[Saved data entries]
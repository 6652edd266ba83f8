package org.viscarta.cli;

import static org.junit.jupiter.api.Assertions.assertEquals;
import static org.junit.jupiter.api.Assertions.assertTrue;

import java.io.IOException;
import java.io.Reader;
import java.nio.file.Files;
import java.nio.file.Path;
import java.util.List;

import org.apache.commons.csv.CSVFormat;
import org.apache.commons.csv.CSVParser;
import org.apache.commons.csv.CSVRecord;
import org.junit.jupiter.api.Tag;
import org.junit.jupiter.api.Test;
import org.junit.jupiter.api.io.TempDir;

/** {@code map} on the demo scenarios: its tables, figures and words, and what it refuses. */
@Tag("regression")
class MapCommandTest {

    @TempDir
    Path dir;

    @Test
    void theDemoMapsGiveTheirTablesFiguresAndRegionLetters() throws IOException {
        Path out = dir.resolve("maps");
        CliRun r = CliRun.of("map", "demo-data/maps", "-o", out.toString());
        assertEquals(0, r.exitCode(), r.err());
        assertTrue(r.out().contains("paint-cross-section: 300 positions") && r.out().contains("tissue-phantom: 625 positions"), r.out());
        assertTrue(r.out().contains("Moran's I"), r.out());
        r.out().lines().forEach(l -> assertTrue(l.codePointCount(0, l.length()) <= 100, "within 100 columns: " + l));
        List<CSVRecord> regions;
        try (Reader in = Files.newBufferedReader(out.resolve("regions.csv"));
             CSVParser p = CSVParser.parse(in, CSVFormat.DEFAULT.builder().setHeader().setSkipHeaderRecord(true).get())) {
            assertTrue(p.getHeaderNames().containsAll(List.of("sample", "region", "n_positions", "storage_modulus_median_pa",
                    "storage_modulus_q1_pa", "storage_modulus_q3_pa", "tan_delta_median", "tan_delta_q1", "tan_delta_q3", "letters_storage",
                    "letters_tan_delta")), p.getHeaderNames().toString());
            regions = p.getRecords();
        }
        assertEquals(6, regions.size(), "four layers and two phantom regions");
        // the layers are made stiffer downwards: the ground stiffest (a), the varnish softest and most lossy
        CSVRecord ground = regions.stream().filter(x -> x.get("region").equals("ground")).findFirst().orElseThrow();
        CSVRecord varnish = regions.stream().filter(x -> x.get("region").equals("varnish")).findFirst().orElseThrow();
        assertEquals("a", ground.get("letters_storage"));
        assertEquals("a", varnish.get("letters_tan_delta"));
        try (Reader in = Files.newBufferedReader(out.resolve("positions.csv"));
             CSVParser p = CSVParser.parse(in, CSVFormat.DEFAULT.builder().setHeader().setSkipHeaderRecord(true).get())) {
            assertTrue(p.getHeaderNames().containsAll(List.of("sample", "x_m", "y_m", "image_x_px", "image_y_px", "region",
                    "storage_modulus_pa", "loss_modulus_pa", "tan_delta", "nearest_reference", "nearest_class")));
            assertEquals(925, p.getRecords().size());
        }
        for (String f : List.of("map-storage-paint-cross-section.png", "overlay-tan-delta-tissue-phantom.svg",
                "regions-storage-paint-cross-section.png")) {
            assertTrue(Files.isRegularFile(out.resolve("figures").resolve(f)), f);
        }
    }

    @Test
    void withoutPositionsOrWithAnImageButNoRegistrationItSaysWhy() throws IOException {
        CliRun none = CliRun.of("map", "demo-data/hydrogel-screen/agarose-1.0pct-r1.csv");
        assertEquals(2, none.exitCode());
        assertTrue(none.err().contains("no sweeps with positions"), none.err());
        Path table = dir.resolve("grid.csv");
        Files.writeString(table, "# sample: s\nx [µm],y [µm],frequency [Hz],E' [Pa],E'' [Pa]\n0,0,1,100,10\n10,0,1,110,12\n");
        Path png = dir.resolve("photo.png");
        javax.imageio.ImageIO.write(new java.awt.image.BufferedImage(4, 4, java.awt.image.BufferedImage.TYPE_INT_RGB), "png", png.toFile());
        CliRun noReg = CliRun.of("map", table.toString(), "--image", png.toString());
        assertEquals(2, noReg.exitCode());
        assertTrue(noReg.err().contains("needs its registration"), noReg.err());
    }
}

AIM OF THE EXERCISE ::
Beginning at the first line of the records, retype exactly every line up to and including the one with "layers and two".

THE COMPLETED TASK ::
repository 6652edd266ba83f8
package org.viscarta.cli;

import static org.junit.jupiter.api.Assertions.assertEquals;
import static org.junit.jupiter.api.Assertions.assertTrue;

import java.io.IOException;
import java.io.Reader;
import java.nio.file.Files;
import java.nio.file.Path;
import java.util.List;

import org.apache.commons.csv.CSVFormat;
import org.apache.commons.csv.CSVParser;
import org.apache.commons.csv.CSVRecord;
import org.junit.jupiter.api.Tag;
import org.junit.jupiter.api.Test;
import org.junit.jupiter.api.io.TempDir;

/** {@code map} on the demo scenarios: its tables, figures and words, and what it refuses. */
@Tag("regression")
class MapCommandTest {

    @TempDir
    Path dir;

    @Test
    void theDemoMapsGiveTheirTablesFiguresAndRegionLetters() throws IOException {
        Path out = dir.resolve("maps");
        CliRun r = CliRun.of("map", "demo-data/maps", "-o", out.toString());
        assertEquals(0, r.exitCode(), r.err());
        assertTrue(r.out().contains("paint-cross-section: 300 positions") && r.out().contains("tissue-phantom: 625 positions"), r.out());
        assertTrue(r.out().contains("Moran's I"), r.out());
        r.out().lines().forEach(l -> assertTrue(l.codePointCount(0, l.length()) <= 100, "within 100 columns: " + l));
        List<CSVRecord> regions;
        try (Reader in = Files.newBufferedReader(out.resolve("regions.csv"));
             CSVParser p = CSVParser.parse(in, CSVFormat.DEFAULT.builder().setHeader().setSkipHeaderRecord(true).get())) {
            assertTrue(p.getHeaderNames().containsAll(List.of("sample", "region", "n_positions", "storage_modulus_median_pa",
                    "storage_modulus_q1_pa", "storage_modulus_q3_pa", "tan_delta_median", "tan_delta_q1", "tan_delta_q3", "letters_storage",
                    "letters_tan_delta")), p.getHeaderNames().toString());
            regions = p.getRecords();
        }
        assertEquals(6, regions.size(), "four layers and two phantom regions");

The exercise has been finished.